Reading binary file... Done reading... OK, file closed.


With the data successfully read, let's store it.

In [23]:

print("Writing binary file...", end=" ")
towrite = "data/MNIST/X_tr.dat"
with open(towrite, mode="bw") as g_bin:
    data_X.tofile(g_bin)
print("OK.")


Writing binary file... OK.


In [24]:

print(towrite)


X_tr.dat


Now, try reading this file, and compare with the original data.

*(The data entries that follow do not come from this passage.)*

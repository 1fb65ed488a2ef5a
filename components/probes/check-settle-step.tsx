'use client'

import { useState } from 'react'
import type { FormEvent } from 'react'
import type { Taken } from '@/components/probes/check-draft'
import { LiveReading } from '@/components/probes/live-reading'
import type { RecentReadings } from '@/components/probes/use-recent-readings'
import { Button } from '@/components/ui/button'
import { TemperatureField } from '@/components/ui/temperature-field'
import type { TemperatureUnit } from '@/lib/format'
import type { SettlingRule } from '@/lib/science/stability'

/** The probe's own readings while it settles; once it has, they are taken by a touch. By eye where there are none. */
export function CheckSettleStep({
  name,
  live,
  rule,
  unit,
  onTake,
  onBack,
}: {
  name: string
  live: RecentReadings
  rule: SettlingRule
  unit: TemperatureUnit
  onTake: (taken: Taken) => void
  onBack: () => void
}) {
  const { readings, settling, isCut } = live
  const isSettled = settling?.state === 'settled' && !isCut

  function take() {
    const last = readings?.atMs.at(-1)
    if (settling === null || settling.meanC === null || settling.sdC === null || last === undefined) return
    onTake({
      way: 'live',
      takenAt: new Date(last).toISOString(),
      meanC: settling.meanC,
      sdC: settling.sdC,
    })
  }

  return (
    <>
      <div className="grid gap-x-12 gap-y-6 lg:grid-cols-2">
        <section aria-label="Live reading">
          <LiveReading name={name} live={live} rule={rule} unit={unit} />
          <Button
            kind={isSettled ? 'due' : 'main'}
            className="mt-3 min-h-[85px]! w-full text-large!"
            disabled={!isSettled}
            onClick={take}
          >
            Take it
          </Button>
        </section>
        <ByHand unit={unit} onTake={onTake} />
      </div>
      <div className="mt-6">
        <Button className="min-h-14! px-6!" onClick={onBack}>
          Back
        </Button>
      </div>
    </>
  )
}

function ByHand({ unit, onTake }: { unit: TemperatureUnit; onTake: (taken: Taken) => void }) {
  const [tempC, setTempC] = useState<number | null>(null)
  const [isAsked, setIsAsked] = useState(false)

  function submit(event: FormEvent) {
    event.preventDefault()
    setIsAsked(true)
    if (tempC !== null && tempC >= -50 && tempC <= 400) onTake({ way: 'by hand', tempC })
  }

  return (
    <form method="post" onSubmit={submit} noValidate className="lg:border-l lg:border-line lg:pl-12">
      <h2 className="text-large">Or by eye</h2>
      <p className="mt-1 mb-3 text-soft">
        Where the probe is read on another instrument, or its gateway is away: what it reads without any
        correction, once it stands still.
      </p>
      <TemperatureField
        name="measuredTempC"
        label="The probe reads"
        personUnit={unit}
        minC={-50}
        maxC={400}
        decimals={2}
        valueC={tempC}
        onValueChangeC={setTempC}
        error={isAsked && tempC === null ? 'Give what the probe reads, in figures.' : undefined}
      />
      <Button type="submit" className="mt-3 min-h-14! px-6!">
        Use this
      </Button>
    </form>
  )
}
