import { roundTicks } from '@/components/chart/round-ticks'
import { linearScale } from '@/components/probes/correction-scale'
import { doseShareWords, halfWidthWords, log10Words } from '@/components/probes/half-width-words'
import { Facts } from '@/components/ui/facts'
import { formatCount, formatNumber, formatSigned, toShownDifference, unitName } from '@/lib/format'
import type { TemperatureUnit } from '@/lib/format'
import type { StudyDto, StudyResultDto } from '@/lib/probes/study-schema'

/** Below this many the interval is wide enough to be said. */
const few = 10
const leastPlacements = 5

/** The spread of the placements, what it is worth in dose, and how well that is known. */
export function StudyResult({ study, unit }: { study: StudyDto; unit: TemperatureUnit }) {
  const { result } = study
  const counted = study.placements.filter((one) => one.struck === null)
  if (result === null) {
    return <p className="text-large">{notYetWords(counted.length, study.state)}</p>
  }
  return (
    <div className="grid gap-x-12 gap-y-4 lg:grid-cols-2">
      <div>
        <p className="text-title font-[640]">
          {halfWidthWords(result.halfWidthC, unit)} <span className="font-[380]">one placement, k = 2</span>
        </p>
        <div className="mt-2">
          <Facts isRuled facts={factsOf(result, unit)} />
        </div>
      </div>
      <DotRow differencesC={counted.map((one) => one.differenceC)} result={result} unit={unit} />
    </div>
  )
}

function notYetWords(count: number, state: StudyDto['state']): string {
  if (state === 'abandoned')
    return `${formatCount(count, 'placement')}; the study was abandoned and says nothing.`
  if (count < leastPlacements) {
    return `${formatCount(count, 'placement')} so far. It takes ${leastPlacements} to say anything, and ${few} to say it well.`
  }
  return 'All differences are alike, which placing a probe never gives. Read them more finely.'
}

function factsOf(result: StudyResultDto, unit: TemperatureUnit) {
  const range = (low: number, high: number, decimals: number) =>
    `${formatNumber(low, decimals)} to ${formatNumber(high, decimals)}`
  return [
    { name: 'Placements that count', value: `${result.n}${result.n < few ? ': few' : ''}` },
    {
      name: 'In log10 of dose',
      value: `${log10Words(result.halfWidthLog10)}, with 95 % between ${range(result.halfWidthLowLog10, result.halfWidthHighLog10, 3)}`,
    },
    { name: 'Which is', value: doseShareWords(result.halfWidthLog10) },
    {
      name: 'Half-width between',
      value: `${range(toShownDifference(result.halfWidthLowC, unit), toShownDifference(result.halfWidthHighC, unit), 1)} ${unitName(unit)} (95 %)`,
    },
    {
      name: 'The two places apart',
      value: `${formatSigned(toShownDifference(result.meanC, unit), 1)} ${unitName(unit)} on the mean; it does not count`,
    },
  ]
}

const size = { width: 460, height: 110, left: 16, right: 16 } as const

/** Each difference as a dot in a row; the half-width about the mean stands grey behind them. */
function DotRow({
  differencesC,
  result,
  unit,
}: {
  differencesC: readonly number[]
  result: StudyResultDto
  unit: TemperatureUnit
}) {
  const shown = (differenceC: number) => toShownDifference(differenceC, unit)
  const low = Math.min(result.meanC - result.halfWidthC, ...differencesC)
  const high = Math.max(result.meanC + result.halfWidthC, ...differencesC)
  const domain = [shown(low), shown(high)] as const
  const x = linearScale(domain, [size.left, size.width - size.right])
  const bandX = x(shown(result.meanC - result.halfWidthC))
  const bandEndX = x(shown(result.meanC + result.halfWidthC))
  const ticks = roundTicks(...domain, 5)
  return (
    <figure className="min-w-0">
      <figcaption className="text-small text-soft">
        Placed minus fixed, {unitName(unit)}; grey: one placement, k = 2
      </figcaption>
      <svg
        viewBox={`0 0 ${size.width} ${size.height}`}
        className="block w-full max-w-[34rem]"
        role="img"
        aria-label="The differences in a row; their figures stand in the table of placements"
      >
        <rect x={bandX} y={10} width={bandEndX - bandX} height={56} className="fill-plan" />
        <line
          x1={x(shown(result.meanC))}
          x2={x(shown(result.meanC))}
          y1={10}
          y2={66}
          className="stroke-edge"
        />
        {differencesC.map((differenceC, index) => (
          <circle
            key={index}
            cx={x(shown(differenceC))}
            cy={38 + ((index % 5) - 2) * 9}
            r={4}
            className="fill-text"
          />
        ))}
        <line x1={size.left} x2={size.width - size.right} y1={76} y2={76} className="stroke-line" />
        {ticks.map((tick) => (
          <text key={tick} x={x(tick)} y={94} textAnchor="middle" className="fill-soft text-[13px]">
            {formatSigned(tick, Number.isInteger(tick) ? 0 : 1)}
          </text>
        ))}
      </svg>
    </figure>
  )
}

There should be no errors in reconstruction, and clearly reading from the Python-format binary file is *much* faster than reading from the IDX file one byte at a time.

In [25]:

with open(towrite, mode="br") as g_bin:
    data_X_check = np.fromfile(g_bin, dtype=np.uint8)
print("OK.")

print("Taking difference of data_X_check and data_X:")
print("Difference =", np.linalg.norm(data_X_check-data_X))


OK.
Taking difference of data_X_check and data_X:
Difference = 0.0


### Exercises:

1. Do the same process for `X_te`, `y_tr`, and `y_te`, saving their respective `.dat` files on disk (written in code examples below).

### End of lesson: paste any routines to be re-used in the `scripts/MNIST.py` file.